The original branded content was the soap opera. Then brands moved out of the entertainment into ad breaks.

It’s time to be the entertainment again.

 

Tracy FitzgeraldTracy Fitzgerald
Senior editor
King Content

Negative – Words are the most powerful tool that mankind possesses. Words form stories, and stories have the ability to bond civilisations and instil lifelong faith. At the core of content marketing are stories and words which connect a brand to its customers. It’s as close as a business can get to its market and no fad. It is the evolution of something that has been happening for thousands of years.

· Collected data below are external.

// SPDX-License-Identifier: GPL-2.0-or-later
#include "model/sketch_sky.h"

#include "base/parallel.h"
#include "model/sketch_formulas.h"
#include "sphere/harmonics.h"

namespace foreglow {
namespace {

std::vector<double> unit_field(const SketchSpec& sketch, const HealpixGrid& grid, SketchField field) {
    return synthesize(make_sketch_alm(sketch, grid, field), grid);
}

std::shared_ptr<SkyMap> empty_map(const HealpixGrid& grid) {
    auto map = std::make_shared<SkyMap>();
    map->grid = grid;
    map->frame = Frame::Galactic;
    map->values.resize(static_cast<std::size_t>(grid.npix()));
    return map;
}

std::shared_ptr<const SkyMap> make_intensity(const SketchSpec& sketch, const HealpixGrid& grid) {
    auto map = empty_map(grid);
    std::vector<double> texture(map->values.size(), 0.0);
    if (sketch.texture) texture = unit_field(sketch, grid, SketchField::Texture);
    parallel_for_blocks(grid.npix(), 4096, [&](std::int64_t begin, std::int64_t end) {
        for (std::int64_t p = begin; p < end; ++p) {
            const auto i = static_cast<std::size_t>(p);
            map->values[i] = sketch_intensity(sketch, grid.direction(p), texture[i]);
        }
    });
    return map;
}

PixelField make_scattered(const SketchSpec& sketch, const HealpixGrid& grid, SketchField field, double mean,
                          double rms) {
    if (rms == 0) return PixelField::uniform(mean);
    auto map = empty_map(grid);
    map->values = unit_field(sketch, grid, field);
    for (double& value : map->values)
        value = sketch_scattered(mean, rms, value);
    return PixelField::of_map(map);
}

std::shared_ptr<const StokesMaps> make_stokes(const SketchSpec& sketch, const SkyMap& intensity) {
    const HealpixGrid& grid = intensity.grid;
    const AlmEB alm{make_sketch_alm(sketch, grid, SketchField::E),
                    make_sketch_alm(sketch, grid, SketchField::B)};
    StokesValues random = synthesize_spin2(alm, grid);
    auto maps = std::make_shared<StokesMaps>();
    maps->grid = grid;
    maps->frame = Frame::Galactic;
    maps->q.resize(intensity.values.size());
    maps->u.resize(intensity.values.size());
    for (std::size_t i = 0; i < maps->q.size(); ++i) {
        const auto [q, u] = sketch_stokes(sketch, grid.direction(static_cast<std::int64_t>(i)),
                                          intensity.values[i], random.q[i], random.u[i]);
        maps->q[i] = q;
        maps->u[i] = u;
    }
    return maps;
}

}  // namespace

SkyModel make_sketch_sky(const SketchSpec& sketch, Frequency reference, const HealpixGrid& grid,
                         bool with_polarization) {
    SkyModel sky;
    sky.grid = grid;
    sky.frame = Frame::Galactic;
    sky.reference = reference;
    const auto intensity = make_intensity(sketch, grid);
    sky.intensity = PixelField::of_map(intensity);
    sky.index = make_scattered(sketch, grid, SketchField::Index, sketch.index, sketch.index_rms);
    sky.curvature =
        make_scattered(sketch, grid, SketchField::Curvature, sketch.curvature, sketch.curvature_rms);
    if (with_polarization) {
        PolarizedSky polarized;
        polarized.stokes.source = make_stokes(sketch, *intensity);
        polarized.reference = reference;
        sky.polarization = std::move(polarized);
    }
    sky.beam_fwhm = Angle::from_degrees(sketch_finest_scale_deg);
    sky.labels.push_back("Invented sky from closed formulas: not a measurement of the Galaxy");
    return sky;
}

}  // namespace foreglow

However, I believe this debate has arisen due to the steady dilution of earned media – in other words, ‘earning’ what journalists write about your brand on the back of good business and hard work (or maybe just paying a PR agency). Without wanting to sound too negative when referring to the PR world (as I do believe it has its place), this unfortunately has become the sentiment of many journalists and the more media-savvy consumers.

The consumer has become more informed about how things work. With almost all publishing houses having an obvious slant, by the time the subject matter hits the reader it has passed through so many stakeholders that it’s difficult to pick its origin or intent.

And here arose the need for owned media, branded content and for businesses to truly get behind what they were putting out to the public.

It’s the need for brands to stop pushing their message through a media platform that ultimately has its own stakeholders to please. It’s the need to start communicating directly to its consumers in a more humanised manner and to be accountable for what they are saying.

The brand may well be publishing the content, but they are also taking away their ability to hide behind a newspaper or any other media platform – they may ‘own’ what is being said about them, but they are being upfront and honest about it. And there’s nothing short lived about that.